Stephen Nicholas did a fascinating apples to apples comparison of MQTT vs HTTPS on Android, 3G and WiFi which you can read here.  The 3G results are quite interesting:

  • 93x faster throughput
  • 11.89x less battery to send
  • 170.9x less battery to receive
  • 1/2 as much power to keep connection open
  • 8x less network overhead

So if you follow the NY Times or any of the IT trade magazines you may have seen a lot of news about MQTT in the past 2 weeks.  It is now in progress to become an OASIS M2M standard.  And IBM has open sourced all of its MQTT source code via Eclipse.org including the new HTML5 MQTT over WebSocket JavaScript which enables MQTT in any HTML5 container including mobile browsers, desktop browsers, vehicle infotainment, consumer electronics.  I’m doing 13,000 messages a second on my iPad with a pure HTML5 app developed in Worklight.  I don’t think you could do that with HTTP.  You can also google for “MA9B” to download zip from IBM of source code for a 1/2 dozen different mobile clients.

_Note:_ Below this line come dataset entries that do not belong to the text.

import type { AnyExtension } from "@tiptap/core";
import StarterKit from "@tiptap/starter-kit";
import { TableKit } from "@tiptap/extension-table";
import { TaskItem, TaskList } from "@tiptap/extension-list";
import { Mathematics } from "@tiptap/extension-mathematics";
import { Placeholder } from "@tiptap/extensions";
import { BlockIdGuard } from "./block-id-guard";
import { CellBlock } from "./cell-block/cell-block-node";
import { EntryLink } from "./link-policy";
import { PasteSanitizer } from "./paste-sanitizer";
import { SolutionBlock } from "./solution-block/solution-block-node";
import { TraceBlock } from "./trace-block/trace-block-node";
import { AttachmentFigure } from "./attachments/attachment-figure-node";
import { AttachmentFile } from "./attachments/attachment-file-node";

export interface EditorExtensionOptions {
  placeholder?: string;
  /** Called when an equation is clicked, to edit its TeX. */
  onEditMath?: (kind: "inline" | "block", latex: string, pos: number) => void;
}

/** The editor's schema and behaviour. Node names here are the ones lib/entries allows. */
export function buildEditorExtensions({
  placeholder,
  onEditMath,
}: EditorExtensionOptions = {}): AnyExtension[] {
  return [
    StarterKit.configure({
      heading: { levels: [1, 2, 3, 4] },
      link: false, // EntryLink below: the same mark, storing only its href
    }),
    EntryLink,
    TableKit.configure({ table: { resizable: false } }),
    TaskList,
    TaskItem.configure({ nested: true }),
    Mathematics.configure({
      katexOptions: { throwOnError: false, strict: "ignore", trust: false },
      inlineOptions: {
        onClick: (node, pos) => onEditMath?.("inline", node.attrs.latex as string, pos),
      },
      blockOptions: {
        onClick: (node, pos) => onEditMath?.("block", node.attrs.latex as string, pos),
      },
    }),
    Placeholder.configure({
      placeholder: placeholder ?? "Write the entry. Type $$…$$ for an equation.",
    }),
    SolutionBlock,
    CellBlock,
    TraceBlock,
    AttachmentFigure,
    AttachmentFile,
    BlockIdGuard,
    PasteSanitizer,
  ];
}
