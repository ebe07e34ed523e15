import { Extension } from "@tiptap/core";
import DOMPurify from "dompurify";
import { isSafeHref } from "@/lib/document/safe-href";

/**
 * Pasted HTML is cleaned before ProseMirror parses it. The editor schema already drops
 * nodes and attributes it does not know; this is the second line, so no script, event
 * handler, style or foreign URL scheme survives even a future schema mistake.
 *
 * DOMPurify (well kept, parses with the browser's inert parser) does the walk; the lists
 * below narrow it to what an entry can hold, per element, which is stricter than its
 * defaults: no images, forms, media, SVG or MathML at all, and no attribute an element
 * does not need.
 */

/** Elements whose content is dropped with them. */
const DROP_WITH_CONTENT = new Set([
  "script",
  "style",
  "template",
  "iframe",
  "object",
  "embed",
  "noscript",
  "textarea",
  "select",
  "option",
  "svg",
  "math",
  "head",
  "title",
  "meta",
  "link",
  "base",
  "form",
  "button",
  "video",
  "audio",
  "canvas",
  "img",
  "picture",
  "source",
]);

/** Allowed elements and their allowed attributes; others are unwrapped (their text kept). */
const ALLOWED: Record<string, readonly string[]> = {
  p: [],
  br: [],
  h1: [],
  h2: [],
  h3: [],
  h4: [],
  h5: [],
  h6: [],
  strong: [],
  b: [],
  em: [],
  i: [],
  u: [],
  s: [],
  del: [],
  code: ["class"],
  pre: [],
  blockquote: [],
  hr: [],
  thead: [],
  tbody: [],
  tr: [],
  table: [],
  th: ["colspan", "rowspan"],
  td: ["colspan", "rowspan"],
  ol: ["start"],
  a: ["href"], // a link keeps only where it goes (lib/document/document-schema.ts)
  // tiptap's own clipboard markup: task items and math keep their data attributes.
  ul: ["data-type"],
  li: ["data-type", "data-checked"],
  label: [],
  input: ["type", "checked"],
  span: ["data-type", "data-latex"],
  // Live blocks travel as one JSON attribute, validated by the block's zod schema on parse.
  div: ["data-type", "data-latex", "data-block"],
};
/** ProseMirror's own clipboard marker: lets a copy within Ionleaf keep its structure. */
const ALLOWED_EVERYWHERE = ["data-pm-slice"];

export function sanitizePastedHtml(html: string): string {
  const purifier = DOMPurify(window);
  purifier.addHook("afterSanitizeAttributes", (node) => {
    const tag = node.nodeName.toLowerCase();
    const allowed = ALLOWED[tag] ?? [];
    for (const attribute of Array.from(node.attributes)) {
      const name = attribute.name.toLowerCase();
      if (!allowed.includes(name) && !ALLOWED_EVERYWHERE.includes(name))
        node.removeAttribute(attribute.name);
    }
    if (tag === "a" && !isSafeHref(node.getAttribute("href") ?? "")) node.removeAttribute("href");
    if (tag === "input" && node.getAttribute("type") !== "checkbox") node.remove();
  });
  return purifier.sanitize(html, {
    ALLOWED_TAGS: Object.keys(ALLOWED),
    ALLOWED_ATTR: [...new Set([...Object.values(ALLOWED).flat(), ...ALLOWED_EVERYWHERE])],
    ALLOW_DATA_ATTR: false,
    KEEP_CONTENT: true, // unknown elements are unwrapped, their text kept
    FORBID_CONTENTS: [...DROP_WITH_CONTENT],
  });
}

export const PasteSanitizer = Extension.create({
  name: "pasteSanitizer",
  transformPastedHTML(html) {
    return sanitizePastedHtml(html);
  },
});
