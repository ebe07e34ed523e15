import "server-only";
import nodemailer, { type Transporter } from "nodemailer";
import { getEnv } from "@/lib/env";

let transporter: Transporter | null = null;

function getTransport(): Transporter {
  if (!transporter) {
    const env = getEnv();
    // Plain SMTP on loopback to the mail catcher in the demo and tests; a real relay is
    // configured by SMTP_HOST/SMTP_PORT alone.
    transporter = nodemailer.createTransport({
      host: env.SMTP_HOST,
      port: env.SMTP_PORT,
      secure: false,
      ignoreTLS: true,
    });
  }
  return transporter;
}

export interface OutgoingMail {
  to: string;
  subject: string;
  text: string;
  html?: string;
}

export async function sendMail(mail: OutgoingMail): Promise<void> {
  await getTransport().sendMail({ from: getEnv().MAIL_FROM, ...mail });
}
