"use client";

import { NodeViewWrapper, useEditorState, type ReactNodeViewProps } from "@tiptap/react";
import { lazy, Suspense } from "react";
import { useQueryClient } from "@tanstack/react-query";
import { TracePreview } from "@/components/traces/trace-preview";
import { traceViewQueryKey, type TraceViewDto } from "@/lib/contract/traces";
import type { TraceBlockInput } from "@/lib/document/block-schemas";
import { BlockLoading } from "../block-loading";

// The panel brings the plotting library; it loads with the first trace block only (or
// earlier, when the entry page knows it holds traces).
// import() of a module already asked for answers the same promise: calling it again is free.
export const preloadTraceBlock = () => import("./trace-block-panel");
const TraceBlockPanel = lazy(() =>
  preloadTraceBlock().then((m) => ({ default: m.TraceBlockPanel })),
);

/** tiptap node view of a trace block, writing back through updateAttributes. */
export function TraceBlockView({ node, editor, updateAttributes }: ReactNodeViewProps) {
  const editable = useEditorState({ editor, selector: ({ editor: e }) => e.isEditable });
  // The view sent with the page keeps the still picture on screen while the plot code loads.
  const cached = useQueryClient().getQueryData<TraceViewDto>(
    traceViewQueryKey((node.attrs as TraceBlockInput).attachmentId),
  );
  return (
    <NodeViewWrapper contentEditable={false}>
      <Suspense
        fallback={
          cached ? (
            <div data-live-block="trace" aria-busy="true" className="my-4">
              <TracePreview view={cached} />
            </div>
          ) : (
            <BlockLoading kind="trace" />
          )
        }
      >
        <TraceBlockPanel
          editor={editor}
          value={node.attrs as TraceBlockInput}
          editable={editable}
          onChange={(next) => updateAttributes(next)}
        />
      </Suspense>
    </NodeViewWrapper>
  );
}
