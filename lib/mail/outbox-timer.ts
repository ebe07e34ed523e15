import "server-only";
import { drainOutbox } from "./outbox";

const INTERVAL_MS = 30_000;
let timer: ReturnType<typeof setInterval> | null = null;

/** Drains the mail outbox every half minute for the life of this server process. */
export function startOutboxTimer(): void {
  if (timer) return;
  timer = setInterval(() => {
    drainOutbox().catch((error: unknown) => {
      console.error("[ionleaf] mail outbox", error instanceof Error ? error.message : error);
    });
  }, INTERVAL_MS);
  timer.unref();
}
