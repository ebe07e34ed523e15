import "server-only";
import { z } from "@/lib/validation/zod";
import { getEnv } from "@/lib/env";

const caughtMessageSchema = z.object({
  id: z.string(),
  from: z.string(),
  to: z.array(z.string()),
  subject: z.string(),
  text: z.string(),
  html: z.string().nullable(),
  receivedAt: z.string(),
  labId: z.string().nullable().optional(),
});
export type CaughtMessage = z.infer<typeof caughtMessageSchema>;

/** True when mail goes to the local mail catcher (demo and tests), so its inbox can be shown. */
export function mailCatcherConfigured(): boolean {
  return Boolean(getEnv().MAIL_CATCHER_URL);
}

/**
 * The caught messages that concern one lab. The catcher holds every lab's mail (invitation
 * links among them), so an admin sees only the messages tagged with their own lab; untagged
 * ones (none are sent today) are shown to nobody.
 */
export async function listCaughtMessages(labId: string): Promise<CaughtMessage[]> {
  const base = getEnv().MAIL_CATCHER_URL;
  if (!base) return [];
  const response = await fetch(new URL("/messages", base), { cache: "no-store" });
  if (!response.ok) throw new Error(`mail catcher answered ${response.status}`);
  const all = z.array(caughtMessageSchema).parse(await response.json());
  return all.filter((m) => m.labId === labId);
}
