import { Node, mergeAttributes } from "@tiptap/core";
import { ReactNodeViewRenderer } from "@tiptap/react";
import { defaultTraceBlockInput } from "@/lib/document/block-defaults";
import { newBlockId } from "@/lib/document/block-id";
import { traceBlockInputSchema, type TraceBlockInput } from "@/lib/document/block-schemas";
import { blockAttributes } from "../block-node-html";
import { insertBlockContent } from "../insert-block";
import { TraceBlockView } from "./trace-block-view";

declare module "@tiptap/core" {
  interface Commands<ReturnType> {
    traceBlock: {
      /** Inserts a trace block for an uploaded instrument export. */
      insertTraceBlock: (input: Partial<TraceBlockInput> & { attachmentId: string }) => ReturnType;
    };
  }
}

/**
 * A trace block: an attached instrument export, plotted. Its attributes say which file and how
 * to show it; the data are read back from the file by the server when the block is shown.
 */
export const TraceBlock = Node.create({
  name: "traceBlock",
  group: "block",
  atom: true,
  selectable: true,
  draggable: true,

  addAttributes() {
    return blockAttributes(
      () => defaultTraceBlockInput({ attachmentId: "00000000-0000-4000-8000-000000000000" }),
      traceBlockInputSchema,
    );
  },

  parseHTML() {
    return [{ tag: 'div[data-type="trace-block"]' }];
  },

  renderHTML({ node, HTMLAttributes }) {
    return [
      "div",
      mergeAttributes(HTMLAttributes, {
        "data-type": "trace-block",
        "data-block": JSON.stringify(node.attrs),
      }),
    ];
  },

  addCommands() {
    return {
      insertTraceBlock: (input) => (props) =>
        insertBlockContent(props, {
          type: this.name,
          attrs: defaultTraceBlockInput({ ...input, blockId: newBlockId() }),
        }),
    };
  },

  addNodeView() {
    return ReactNodeViewRenderer(TraceBlockView);
  },
});
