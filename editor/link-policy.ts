import Link from "@tiptap/extension-link";
import { isSafeHref } from "@/lib/document/safe-href";

/**
 * The editor's links: only http, https, mailto and in-app links are ever created, typed,
 * pasted or autolinked, and a link stores its `href` and nothing else. `rel` and `target`
 * are the app's, added when the link is drawn, so a saved link can neither be styled over
 * the page (`class`) nor choose how it opens. The server's document schema applies the same
 * rule (lib/document/document-schema.ts) to whatever arrives through the API.
 */
export const EntryLink = Link.extend({
  addAttributes() {
    return {
      href: {
        default: null,
        parseHTML: (element: HTMLElement) => element.getAttribute("href"),
      },
    };
  },
}).configure({
  openOnClick: false,
  autolink: true,
  linkOnPaste: true,
  defaultProtocol: "https",
  protocols: ["http", "https", "mailto"],
  HTMLAttributes: { rel: "noopener noreferrer nofollow", target: "_blank" },
  isAllowedUri: (url, ctx) => ctx.defaultValidate(url) && isSafeHref(url),
  shouldAutoLink: (url) => isSafeHref(url),
});
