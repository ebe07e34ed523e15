import "server-only";
import { cache } from "react";
import { findUserById } from "@/db/queries/users";
import type { Role } from "@/db/schema/enums";
import { auth } from "@/lib/auth";
import { AppError } from "@/lib/errors";
import { getDb } from "@/lib/server/database";
import { roleCan, type Permission } from "./policy";

/** The signed-in member as every server-side decision sees them, reloaded from the database. */
export interface Actor {
  userId: string;
  labId: string;
  role: Role;
  name: string;
  email: string;
}

/** Resolves a session user id to an Actor; null when the member is unknown or deactivated. */
export async function actorForUserId(userId: string): Promise<Actor | null> {
  const user = await findUserById(getDb(), userId);
  if (!user || !user.active) return null;
  return { userId: user.id, labId: user.labId, role: user.role as Role, name: user.name, email: user.email };
}

/** Once per request: the session's member, or null. */
export const getActor = cache(async (): Promise<Actor | null> => {
  const session = await auth();
  const userId = session?.user?.id;
  return userId ? actorForUserId(userId) : null;
});

export async function requireActor(): Promise<Actor> {
  const actor = await getActor();
  if (!actor) throw new AppError("unauthenticated", "Please sign in again.");
  return actor;
}

export function assertCan(actor: Actor, permission: Permission): void {
  if (!roleCan(actor.role, permission)) {
    throw new AppError("forbidden", "Your role in this lab does not allow that.");
  }
}

/** Lab data belongs to one lab: anything else is reported as not found, not as forbidden. */
export function assertSameLab(actor: Actor, labId: string | null | undefined): void {
  if (!labId || labId !== actor.labId) throw new AppError("not_found", "Not found.");
}
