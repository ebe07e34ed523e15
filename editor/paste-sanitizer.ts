import { Extension } from "@tiptap/core";
import sanitizeHtml from "sanitize-html";

/**
 * Pasted HTML is cleaned before ProseMirror parses it. The editor schema already drops
 * nodes and attributes it does not know; this is the second line, so no script, event
 * handler, style or foreign URL scheme survives even a future schema mistake.
 */
const ALLOWED_TAGS = [
  "p", "br", "h1", "h2", "h3", "h4", "h5", "h6", "strong", "b", "em", "i", "u", "s", "del", "code", "pre",
  "blockquote", "ul", "ol", "li", "a", "table", "thead", "tbody", "tr", "th", "td", "hr", "span", "div",
  "label", "input",
];

export function sanitizePastedHtml(html: string): string {
  return sanitizeHtml(html, {
    allowedTags: ALLOWED_TAGS,
    allowedAttributes: {
      // ProseMirror's own clipboard marker: lets a copy within Ionleaf keep its structure.
      "*": ["data-pm-slice"],
      a: ["href", "title"],
      th: ["colspan", "rowspan"],
      td: ["colspan", "rowspan"],
      ol: ["start"],
      code: ["class"],
      // tiptap's own clipboard markup: task items and math keep their data attributes.
      li: ["data-type", "data-checked"],
      ul: ["data-type"],
      span: ["data-type", "data-latex"],
      // Live blocks travel as one JSON attribute, validated by the block's zod schema on parse.
      div: ["data-type", "data-latex", "data-block"],
      input: ["type", "checked"],
    },
    allowedSchemes: ["http", "https", "mailto"],
    allowedSchemesAppliedToAttributes: ["href"],
    allowProtocolRelative: false,
    disallowedTagsMode: "discard",
    nonTextTags: ["script", "style", "textarea", "option", "noscript", "template", "iframe", "object"],
  });
}

export const PasteSanitizer = Extension.create({
  name: "pasteSanitizer",
  transformPastedHTML(html) {
    return sanitizePastedHtml(html);
  },
});
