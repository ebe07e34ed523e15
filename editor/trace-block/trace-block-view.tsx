"use client";

import { NodeViewWrapper, useEditorState, type ReactNodeViewProps } from "@tiptap/react";
import { lazy, Suspense } from "react";
import type { TraceBlockInput } from "@/lib/document/block-schemas";
import { BlockLoading } from "../block-loading";

// The panel brings the plotting library; it loads with the first trace block only (or
// earlier, when the entry page knows it holds traces).
const importPanel = () => import("./trace-block-panel");
let panelModule: ReturnType<typeof importPanel> | null = null;
export const preloadTraceBlock = () => (panelModule ??= importPanel());
const TraceBlockPanel = lazy(() =>
  preloadTraceBlock().then((m) => ({ default: m.TraceBlockPanel })),
);

/** tiptap node view of a trace block, writing back through updateAttributes. */
export function TraceBlockView({ node, editor, updateAttributes }: ReactNodeViewProps) {
  const editable = useEditorState({ editor, selector: ({ editor: e }) => e.isEditable });
  return (
    <NodeViewWrapper contentEditable={false}>
      <Suspense fallback={<BlockLoading kind="trace" />}>
        <TraceBlockPanel
          editor={editor}
          value={node.attrs as TraceBlockInput}
          editable={editable}
          onChange={(next) => updateAttributes(next)}
        />
      </Suspense>
    </NodeViewWrapper>
  );
}
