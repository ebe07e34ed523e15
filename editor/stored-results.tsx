"use client";

import { createContext, useContext, type ReactNode } from "react";
import type { StoredSolution } from "@/lib/document/stored-evaluation";

/**
 * The stored result of each solution block of the revision on screen, by block id. Given for
 * saved, read-only revisions (submitted, countersigned, history): their blocks show the
 * numbers computed when they were saved. A draft being edited has none and computes live.
 */
const StoredResultsContext = createContext<Readonly<Record<string, StoredSolution>> | null>(null);

export function StoredResultsProvider({
  results,
  children,
}: {
  results: Readonly<Record<string, StoredSolution>> | null;
  children: ReactNode;
}) {
  return <StoredResultsContext.Provider value={results}>{children}</StoredResultsContext.Provider>;
}

export function useStoredSolution(blockId: string | undefined): StoredSolution | null {
  const results = useContext(StoredResultsContext);
  return (blockId && results?.[blockId]) || null;
}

MQTT is small footprint, efficient, low power on the device.  So what happens when you flip that around to the data center or mobile operator side?  And drive it with new acceleration technology from IBM Labs?  You get something very dense, very green, and very fast.  As in concurrently connect as many mobiles, cars, or devices as 1,000 web servers with just 1 rack.  Product Management is OK when I say 21M concurrently connected things per rack.  They frown when I say the actual number.  And messaging throughput?  With the Beta firmware we were getting 273M mobile messages/sec per rack.  The performance  results we see in the GA firmware are “higher” and will be published soon.  End-to-end, app-to-app on fast network with this appliance using MQTT is in µs not milliseconds.  That’s why we’re now using this appliance and MQTT for high-speed Big Data analytics, driving millions of low-latency analytics decisions per second.

More on that at ibm.com/MessageSight with videos here and here.

I’m quite fanatical about this notion that response time = revenue, response time = business performance, and most importantly response time saves lives.  It isn’t about machines anymore folks, “Connected Life” is you, me and everything around us and how it all interacts.  And anytime there is a human in that interaction, then latency matters very much.

Well, that’s probably enough of a diatribe for one day.  I have an IBM internal blog which is “mobile musings”, my intention here was “mobile bit” i.e. bitten, smitten but also a small piece, short.  I’ll hew closer to that in the future.